## Input data
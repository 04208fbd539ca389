"""Delivering queued e-mail over SMTP, marking each message sent or due for another try."""
from __future__ import annotations

import smtplib
from dataclasses import dataclass
from email.message import EmailMessage

from flask import current_app, g
from sqlalchemy.orm import Session

from models.core.base import utcnow
from models.core.outbox import Outgoing, claim_next, mark_failed, mark_sent
from webapp.extensions import db
from webapp.mail import bp


@dataclass(frozen=True)
class Delivery:
    """What one run of the sender did."""

    sent: int = 0
    failed: int = 0

    def __bool__(self) -> bool:
        """True when anything was tried."""
        return bool(self.sent or self.failed)


def _smtp_send(message: Outgoing) -> None:
    """Hand one message to the SMTP server; raises when it cannot."""
    config = current_app.config
    if not config["MAIL_SERVER"]:
        raise OSError("no MAIL_SERVER configured")
    email = EmailMessage()
    email["From"] = config["MAIL_FROM"]
    email["To"] = ", ".join(message.to)
    email["Subject"] = message.subject
    email.set_content(message.body)
    with smtplib.SMTP(config["MAIL_SERVER"], config["MAIL_PORT"], timeout=config["MAIL_TIMEOUT"]) as smtp:
        if config["MAIL_USE_TLS"]:
            smtp.starttls()
        if config["MAIL_USERNAME"]:
            smtp.login(config["MAIL_USERNAME"], config["MAIL_PASSWORD"])
        smtp.send_message(email)


def deliver(ids: list[int] | None = None, waiting_too: bool = False) -> Delivery:
    """Send these queued messages (or every due one, or every unsent one), each marked sent or failed.

    Each message is claimed just before it is sent, never a batch ahead: a claim lapses after
    `CLAIM_FOR`, and a message waiting its turn behind slow deliveries would otherwise be claimed
    and sent by another sender too. Each message is tried once a run. Runs in its own session, so
    it never commits anything of the caller's.
    """
    sent = failed = 0
    tried: set[int] = set()
    with Session(db.engine) as session:
        while True:
            with session.begin():
                message = claim_next(session, utcnow(), ids, waiting_too, frozenset(tried))
            if message is None:
                return Delivery(sent, failed)
            tried.add(message.id)
            try:
                _smtp_send(message)
            except (OSError, smtplib.SMTPException) as error:
                failed += 1
                current_app.logger.warning("Mail %s not sent (will retry): %s", message.id, error)
                with session.begin():
                    mark_failed(session, message.id, f"{type(error).__name__}: {error}", utcnow())
                continue
            sent += 1
            with session.begin():
                mark_sent(session, message.id, utcnow())


def deliver_queued() -> Delivery:
    """Send what this request or command queued; call it after the commit."""
    ids = g.pop("outbox_ids", None)
    if not ids:
        return Delivery()
    try:
        return deliver(ids)
    except Exception:  # noqa: BLE001  the record is committed; the message waits for cron
        current_app.logger.exception("Mail delivery after the commit failed; left for the sender")
        return Delivery(failed=len(ids))


@bp.teardown_app_request
def _deliver_after_request(_error) -> None:
    """After every request: send the messages it committed."""
    deliver_queued()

## Problem statement
Using the listing above, return all lines where the word "sender" occurs.

## The completed task
    """What one run of the sender did."""
    and sent by another sender too. Each message is tried once a run. Runs in its own session, so
        current_app.logger.exception("Mail delivery after the commit failed; left for the sender")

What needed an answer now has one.